Non-competitive inhibition does not change Km but Vmax is decreased

Question 28

what is the michaelis menton equation?

Answer 28

velocity = Vmax x [S]/Km + [S]

Question 29

what happens to the MM equation when [S]&raquo_space;Km?

Answer 29

v=Vmax, you can neglect Km in the denominator

Question 30

what happens to the MM equation when [S]=Km?

Answer 30

v=1/2Vmax, substitute [S] in place of Km and solve

Question 31

what happens to the MM equation when [S] <

Answer 31

v=(Vmax x [S])/Km, can neglect [S] in the denominator and this indicates that V is linearly dependent on [S]

Question 32

with respect to the michaelis menton equation, what happens when you increase the substrate concentration?

Answer 32

the velocity increases, increase rate of product formation

Question 33

what is K sub d?

Answer 33

how likely ES will fall apart

Question 34

what is K sub m?

Answer 34

the michaelis constant, K sub m = K sub 2 (likely to fall apart) / K sub 1(likely to form) and K3 is neglected because we only want to know about dissociation to association

Question 35

are K sub m and K sub d the same?

Answer 35

Km is approximately equal to Kd; Km becomes measures for how much affinity there is for enzyme. So if we look at Km=K2/K1 and K1 is really big and K2 is small then the Km/Kd is small indicating high affinity and more association

Question 36

where does hexokinase live?

Answer 36

brain, red blood cells, muscles, most cells

Question 37

hexokinase has low or high affinity for glucose?

Answer 37

it has a small Km which means high affinity so hexokinase is very active at low [glucose]

Question 38

glucokinase has high or low affinity for glucose?

Answer 38

it has a higher Km meaning lower affinity for glucose which means it is less sensitive to glucose

Question 39

what is the line weaver Burk plot?

Answer 39

inverted michaelis menton equation.
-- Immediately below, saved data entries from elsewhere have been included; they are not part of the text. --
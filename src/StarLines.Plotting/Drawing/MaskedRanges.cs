using System.Collections.Generic;
using SkiaSharp;

namespace StarLines.Plotting.Drawing;

/// <summary>Ranges of pixels that are not used: wide ones as a shaded ground, narrow ones as marks along the lower axis.</summary>
internal sealed class MaskedRanges(string name, IReadOnlyList<DataRange> ranges) : PanelItem(name)
{
    private const float Wide = 3f;
    private const float MarkHeight = 5f;

    internal IReadOnlyList<DataRange> Ranges { get; } = ranges;

    internal override bool UsesBand => true;

    internal override LegendSample? Sample => new(Fill: Ink.Shade);

    /// <summary>Leaves out the items that have nothing to show, so that the legend does not name them.</summary>
    internal static List<PanelItem> OmitEmpty(List<PanelItem> items)
    {
        items.RemoveAll(static item => item is MaskedRanges { Ranges.Count: 0 });
        return items;
    }

    internal override void Draw(PanelCanvas panel)
    {
        using SKPaint shade = new() { Color = panel.Palette[Ink.Shade], IsAntialias = true };
        using SKPaint mark = new() { Color = panel.Palette[Ink.Faded], IsAntialias = true };
        foreach (DataRange range in Ranges)
        {
            if (range.Maximum < panel.XRange.Minimum || range.Minimum > panel.XRange.Maximum)
            {
                continue;
            }

            float left = panel.X(range.Minimum);
            float right = panel.X(range.Maximum);
            if (right - left >= Wide)
            {
                panel.Canvas.DrawRect(new SKRect(left, panel.Frame.Top, right, panel.Frame.Bottom), shade);
            }
            else
            {
                float middle = 0.5f * (left + right);
                panel.Canvas.DrawRect(
                    new SKRect(middle - 0.4f, panel.Frame.Bottom - MarkHeight, middle + 0.4f, panel.Frame.Bottom), mark);
            }
        }
    }
}
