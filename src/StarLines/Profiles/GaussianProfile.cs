using System;
using StarLines.Numerics;

namespace StarLines.Profiles;

/// <summary>
/// φ = exp(−(λ − λ₀)²/(2σ²)), one width σ. The mean over a pixel from a to b is
/// σ √(π/2) [erf(u_b) − erf(u_a)]/(b − a) with u = (λ − λ₀)/(σ √2).
/// </summary>
internal sealed class GaussianProfile : ILineProfile
{
    /// <summary>√2.</summary>
    private const double Sqrt2 = 1.414_213_562_373_095_1;

    /// <summary>√(π/2).</summary>
    private const double SqrtHalfPi = 1.253_314_137_315_500_3;

    /// <summary>√(2π).</summary>
    private const double SqrtTwoPi = 2.506_628_274_631_000_5;

    /// <summary>Beyond 7 σ the profile is below 2.3e-11, less than any spectrum resolves.</summary>
    private const double ReachInSigma = 7.0;

    /// <inheritdoc/>
    public string Name => "gaussian";

    /// <inheritdoc/>
    public int WidthCount => 1;

    /// <inheritdoc/>
    public void Evaluate(
        PixelGrid pixels,
        double centre,
        ReadOnlySpan<double> widths,
        Span<double> value,
        Span<double> byCentre,
        Span<double> byWidths,
        Span<double> scratch)
    {
        if (pixels.Sampling == PixelSampling.Integrated)
        {
            EvaluateMean(pixels.Edges, centre, widths[0], value, byCentre, byWidths, scratch);
        }
        else
        {
            EvaluatePoint(pixels.Centres, centre, widths[0], value, byCentre, byWidths, scratch);
        }
    }

    /// <inheritdoc/>
    public void Begin(double fwhmAngstrom, Span<double> widths) => widths[0] = fwhmAngstrom / PhysicalConstants.FwhmPerSigma;

    /// <inheritdoc/>
    public double Fwhm(ReadOnlySpan<double> widths, Span<double> gradient)
    {
        gradient[0] = PhysicalConstants.FwhmPerSigma;
        return widths[0] * PhysicalConstants.FwhmPerSigma;
    }

    /// <inheritdoc/>
    public double Area(ReadOnlySpan<double> widths, Span<double> gradient)
    {
        gradient[0] = SqrtTwoPi;
        return widths[0] * SqrtTwoPi;
    }

    /// <inheritdoc/>
    public double Reach(ReadOnlySpan<double> widths) => ReachInSigma * widths[0];

    private static void EvaluateMean(
        ReadOnlySpan<double> edges,
        double centre,
        double sigma,
        Span<double> value,
        Span<double> byCentre,
        Span<double> bySigma,
        Span<double> scratch)
    {
        Span<double> u = scratch[..edges.Length];
        Span<double> erf = scratch.Slice(edges.Length, edges.Length);
        Span<double> gaussian = scratch.Slice(2 * edges.Length, edges.Length);
        double scale = 1.0 / (sigma * Sqrt2);
        for (int i = 0; i < u.Length; i++)
        {
            u[i] = (edges[i] - centre) * scale;
        }

        ErrorFunction.Evaluate(u, erf, gaussian);
        double perSigma = 1.0 / sigma;
        for (int i = 0; i < edges.Length - 1; i++)
        {
            double perPixel = 1.0 / (edges[i + 1] - edges[i]);
            double mean = sigma * SqrtHalfPi * (erf[i + 1] - erf[i]) * perPixel;
            value[i] = mean;
            byCentre[i] = (gaussian[i] - gaussian[i + 1]) * perPixel;
            bySigma[i] = (mean * perSigma) - (Sqrt2 * ((u[i + 1] * gaussian[i + 1]) - (u[i] * gaussian[i])) * perPixel);
        }
    }

    private static void EvaluatePoint(
        ReadOnlySpan<double> centres,
        double centre,
        double sigma,
        Span<double> value,
        Span<double> byCentre,
        Span<double> bySigma,
        Span<double> scratch)
    {
        int count = centres.Length;
        Span<double> u = scratch[..count];
        double scale = 1.0 / (sigma * Sqrt2);
        for (int i = 0; i < count; i++)
        {
            u[i] = (centres[i] - centre) * scale;
        }

        ErrorFunction.Evaluate(u, scratch.Slice(count, count), value);
        double factor = Sqrt2 / sigma;
        for (int i = 0; i < count; i++)
        {
            byCentre[i] = value[i] * u[i] * factor;
            bySigma[i] = byCentre[i] * u[i] * Sqrt2;
        }
    }
}
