using SkiaSharp;

namespace StarLines.Plotting.Drawing;

/// <summary>A straight line across the panel at one value, with, where its uncertainty can be seen, a band of ±1σ.</summary>
internal sealed class Rule(string name, bool vertical, double value, Pen pen, double sigma = 0) : PanelItem(name)
{
    internal bool Vertical { get; } = vertical;

    internal double Value { get; } = value;

    internal double Sigma { get; } = sigma;

    internal override LegendSample? Sample => new(pen);

    internal override void Draw(PanelCanvas panel)
    {
        SKRect frame = panel.Frame;
        if (Sigma > 0)
        {
            using SKPaint fill = new() { Color = panel.Palette[pen.Ink].WithAlpha(50), IsAntialias = true };
            panel.Canvas.DrawRect(
                Vertical
                    ? new SKRect(panel.X(Value - Sigma), frame.Top, panel.X(Value + Sigma), frame.Bottom)
                    : new SKRect(frame.Left, panel.Y(Value + Sigma), frame.Right, panel.Y(Value - Sigma)),
                fill);
        }

        using SKPaint paint = pen.Paint(panel.Palette);
        if (Vertical)
        {
            panel.Canvas.DrawLine(panel.X(Value), frame.Bottom, panel.X(Value), frame.Top, paint);
        }
        else
        {
            panel.Canvas.DrawLine(frame.Left, panel.Y(Value), frame.Right, panel.Y(Value), paint);
        }
    }
}
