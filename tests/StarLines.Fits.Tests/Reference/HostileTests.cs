using System;
using System.Collections.Generic;
using System.Linq;
using Xunit;

namespace StarLines.Fits.Tests.Reference;

/// <summary>Damaged files of tests/Data/golden/hostile, and the outcomes that hostile.csv requires, as far as they concern storage.</summary>
public sealed class HostileTests
{
    /// <summary>Files whose storage is sound; what is wrong with them is the spectral axis or the values, which a FITS reader does not judge.</summary>
    private static readonly HashSet<string> SoundStorage =
    [
        "no_spectral_axis.fits", "spatial_axis_only.fits", "cdelt_zero.fits", "cunit_unknown.fits", "ctype_unknown_algorithm.fits",
        "velo_without_rest.fits", "wave_negative.fits", "freq_through_zero.fits", "flux_all_nan.fits", "flux_all_zero.fits", "flux_one_pixel.fits",
        "flux_zero_pixels.fits", "flux_huge_values.fits", "table_columns_unequal.fits", "wave_not_monotonic.fits", "wave_duplicate.fits",
        "wave_nan.fits", "wave_constant.fits", "tab_missing_table.fits", "tab_missing_column.fits", "gzip_bomb.fits.gz",
    ];

    public static TheoryData<string, string> Files()
    {
        TheoryData<string, string> files = [];
        foreach (Dictionary<string, string> row in GoldenTable.Read("hostile.csv"))
        {
            files.Add(row["file"], row["required_outcome"]);
        }

        return files;
    }

    [Theory]
    [MemberData(nameof(Files))]
    public void Damaged_file_meets_its_required_outcome(string name, string outcome)
    {
        Reading reading = Reading.Of(GoldenTable.PathOf("hostile", name));
        if (SoundStorage.Contains(name))
        {
            Assert.Null(reading.Error);
            return;
        }

        switch (outcome)
        {
            case "error":
                Assert.NotNull(reading.Error);
                break;
            case "warn-readable":
                Assert.Null(reading.Error);
                Assert.NotEmpty(reading.Warnings);
                break;
            case "warn-or-error" or "error-or-partial" or "error-or-empty":
                Assert.True(reading.Error is not null || reading.Warnings.Count > 0, "read without a word");
                break;
            default:
                Assert.Equal("no-crash", outcome);
                break;
        }
    }

    [Theory]
    [InlineData("bitpix_bad.fits", 0, "BITPIX")]
    [InlineData("naxis1_string.fits", 0, "NAXIS1")]
    [InlineData("tform_bad_letter.fits", 1, "TFORM2")]
    [InlineData("no_end.fits", 0, "END")]
    [InlineData("heap_count_huge.fits", 1, "TFORM2")]
    [InlineData("value_garbage.fits", 0, "CRVAL1")]
    [InlineData("cdelt_nan.fits", 0, "CDELT1")]
    [InlineData("tile_ztile_zero.fits", 1, "ZTILE1")]
    public void Error_names_file_HDU_and_keyword(string name, int number, string keyword)
    {
        FitsFormatException error = Assert.IsType<FitsFormatException>(Reading.Of(GoldenTable.PathOf("hostile", name)).Error);
        Assert.Equal(number, error.HduNumber);
        Assert.Equal(keyword, error.Keyword);
        Assert.Contains(name, error.Message, StringComparison.Ordinal);
    }

    [Fact]
    public void Lost_pixels_are_NaN_and_reported()
    {
        using FitsFile file = FitsFile.Open(GoldenTable.PathOf("hostile", "trunc_in_data.fits"));
        FitsImage image = file.Hdus[0].Image!;
        double[] pixels = image.ReadDoubles();
        Assert.Equal(200, image.StoredPixelCount);
        Assert.All(pixels[..200], pixel => Assert.True(double.IsFinite(pixel)));
        Assert.All(pixels[200..], pixel => Assert.True(double.IsNaN(pixel)));
        Assert.Contains(file.Warnings, warning => warning.Word == "truncated");
    }

    [Fact]
    public void Gzip_beyond_the_limit_is_refused_with_the_option_that_raises_it()
    {
        FitsOptions options = new() { MaximumDecompressedBytes = 1 << 20 };
        FitsFormatException error = Assert.Throws<FitsFormatException>(() => FitsFile.Open(GoldenTable.PathOf("hostile", "gzip_bomb.fits.gz"), options));
        Assert.Contains(nameof(FitsOptions.MaximumDecompressedBytes), error.Message, StringComparison.Ordinal);
    }

    [Fact]
    public void Changed_data_are_reported_and_readable()
    {
        using FitsFile bad = FitsFile.Open(GoldenTable.PathOf("fits", "checksum_bad.fits"));
        using FitsFile good = FitsFile.Open(GoldenTable.PathOf("fits", "checksum_good.fits"));
        Assert.Contains(bad.Warnings, warning => warning.Word == "datasum");
        Assert.Equal(400, bad.Hdus[0].Image!.ReadDoubles().Length);
        Assert.Equal(new FitsChecksum(FitsChecksumStatus.Correct, FitsChecksumStatus.Correct), good.Hdus[0].VerifyChecksum());
    }

    [Fact]
    public void Sound_golden_files_have_no_warning()
    {
        string[] odd = ["checksum_bad.fits", "header_free_format.fits"];
        foreach (string name in GoldenTable.Read("wcs.csv").Select(row => row["file"]).Except(odd))
        {
            using FitsFile file = FitsFile.Open(GoldenTable.PathOf("fits", name));
            Assert.True(file.Warnings.Count == 0, $"{name}: {string.Join(" | ", file.Warnings)}");
        }
    }
}
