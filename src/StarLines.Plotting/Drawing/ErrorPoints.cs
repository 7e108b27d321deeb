using System;
using SkiaSharp;

namespace StarLines.Plotting.Drawing;

/// <summary>
/// Points with error bars; those that are not used are open circles. Where they lie too close to be told apart they may be
/// joined to a line instead.
/// </summary>
internal sealed class ErrorPoints(
    string name, double[] x, double[] y, double[] sigma, bool[] used, bool joined = false) : PanelItem(name)
{
    /// <summary>Points closer than this, units of the figure, are joined.</summary>
    private const float LeastPitch = 2f;

    /// <summary>An open circle smaller than this would look like a dot.</summary>
    private const float LeastRing = 1.4f;

    internal double[] X { get; } = x;

    internal double[] Y { get; } = y;

    /// <summary>One standard deviation a point, or none.</summary>
    internal double[] Sigma { get; } = sigma;

    /// <summary>Whether a point was used, or none where all were.</summary>
    internal bool[] Used { get; } = used;

    internal override LegendSample? Sample => new(Point: true);

    internal override void Draw(PanelCanvas panel)
    {
        int first = Math.Max(0, Trace.LowerBound(X, panel.XRange.Minimum) - 1);
        int end = Math.Min(X.Length, Trace.LowerBound(X, panel.XRange.Maximum) + 1);
        float pitch = (panel.X(X[Math.Max(first, end - 1)]) - panel.X(X[Math.Min(first, X.Length - 1)])) / Math.Max(1, end - first - 1);
        if (joined && pitch < LeastPitch)
        {
            DrawJoined(panel);
            return;
        }

        float radius = Math.Clamp(0.28f * pitch, 0.9f, 2.2f);
        using SKPaint bar = new Pen(Ink.Faded, 0.8f).Paint(panel.Palette);
        using SKPaint fill = new() { Color = panel.Palette[Ink.Data], IsAntialias = true };
        using SKPaint ring = new Pen(Ink.Faded, 0.8f).Paint(panel.Palette);
        ring.IsStroke = radius >= LeastRing;
        using SKPath bars = ErrorBars(panel, first, end);
        panel.Canvas.DrawPath(bars, bar);
        for (int i = first; i < end; i++)
        {
            if (double.IsFinite(Y[i]))
            {
                bool filled = Used.Length == 0 || Used[i];
                panel.Canvas.DrawCircle(panel.X(X[i]), panel.Y(Y[i]), radius, filled ? fill : ring);
            }
        }
    }

    private void DrawJoined(PanelCanvas panel)
    {
        if (Used.Length != 0)
        {
            bool[] unused = Array.ConvertAll(Used, static flag => !flag);
            new Trace("", X, Y, Pens.Masked, PixelSlice.WithNeighbours(unused, Used)).Draw(panel);
        }

        new Trace("", X, Y, Pens.Data with { Width = 0.95f }, Used).Draw(panel);
    }

    private SKPath ErrorBars(PanelCanvas panel, int first, int end)
    {
        SKPath path = new();
        for (int i = first; i < end && Sigma.Length != 0; i++)
        {
            if (double.IsFinite(Y[i]) && Sigma[i] > 0)
            {
                path.MoveTo(panel.X(X[i]), panel.Y(Y[i] - Sigma[i]));
                path.LineTo(panel.X(X[i]), panel.Y(Y[i] + Sigma[i]));
            }
        }

        return path;
    }
}
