using System.Collections.Generic;
using ScottPlot;

namespace StarLines.Plotting.Drawing;

/// <summary>Lets an item of a panel draw within a plot.</summary>
internal sealed class PlotItem(PanelItem item, DataRange x, DataRange y, Palette palette, float textSize, float deviceScale)
    : IPlottable
{
    /// <inheritdoc/>
    public bool IsVisible { get; set; } = true;

    /// <inheritdoc/>
    public IAxes Axes { get; set; } = new Axes();

    /// <inheritdoc/>
    public IEnumerable<LegendItem> LegendItems => [];

    /// <inheritdoc/>
    public AxisLimits GetAxisLimits() => new(x.Minimum, x.Maximum, y.Minimum, y.Maximum);

    /// <inheritdoc/>
    public void Render(RenderPack rp) =>
        item.Draw(new PanelCanvas(rp.Canvas, rp.DataRect.ToSKRect(), x, y, palette, textSize, deviceScale));
}
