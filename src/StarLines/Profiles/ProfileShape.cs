namespace StarLines.Profiles;

/// <summary>The shape of a spectral line.</summary>
public enum ProfileShape
{
    /// <summary>A Gaussian: thermal, turbulent and instrumental broadening.</summary>
    Gaussian,

    /// <summary>A Lorentzian: natural and pressure broadening.</summary>
    Lorentzian,
}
It can be used to determine the kinetic parameters for an enzyme (KM and Vmax) and also the mechanism of action of enzyme inhibitors

Question 40

in cells, the level of P is high or low? why is this needed to know?

Answer 40

low; we can neglect K4 and the back reaction of P to E x S

Question 41

what is P formation dependent on?

Answer 41

the rate of ES breakdown, K3

Question 42

what is K3, often referred to as?

Answer 42

turnover number or Kcatalysis or Kcat

Question 43

what is the velocity of product formation determined by?

Answer 43

v=k3[ES]

Question 44

with respect to line weaver buck transformation, define the following:

line weaver burk equation
y-intercept
x-intercept
slope

Answer 44

line weaver buck equation:
1/v=Km/Vmax(1/[S]) + 1/Vmax

y-intercept
1/vmax

x-intercept
-(1/Km)

slope
Km/Vmax

Question 45

what is the significance of the line weaver buck plot?

Answer 45

Can be used to determine the kinetic parameters for an enzyme (KM and Vmax) and also the mechanism of action of enzyme inhibitors

Question 46

Define the term catalytic rate (kcat) and turnover number (kcat-1

Answer 46

The catalytic rate is the same thing as k3. It is the rate at which an enzyme can produce product. So you can say 100 per second or 10,000 per second, etc. That is the rate. The turnover number is the number of products that are produced per unit time. That is the same thing. If an enzyme has a kcat of 10 per second, it can produce 10 product molecues per second, which is its turnover number. The -1 subscript is a typo that got in there somehow ?!?! don’t know where that came from… But even so, if you consider the inverse of kcat or the turnover number, that would give you the amount of time it takes to make 1 product molecule. So again, if kcat is 10 per second, then it takes 0.1 sec to make 1 product molecule. That is the extent of this to be covered on the exam (the definition of kcat and turnover number…not the inverse typo thingy…)

Question 47

what is the catalytic rate? define it

Answer 47

same thing as the K3; It is the rate at which an enzyme can produce product.

Question 48

what is the turnover number?

Answer 48

The turnover number is the number of products that are produced per unit time.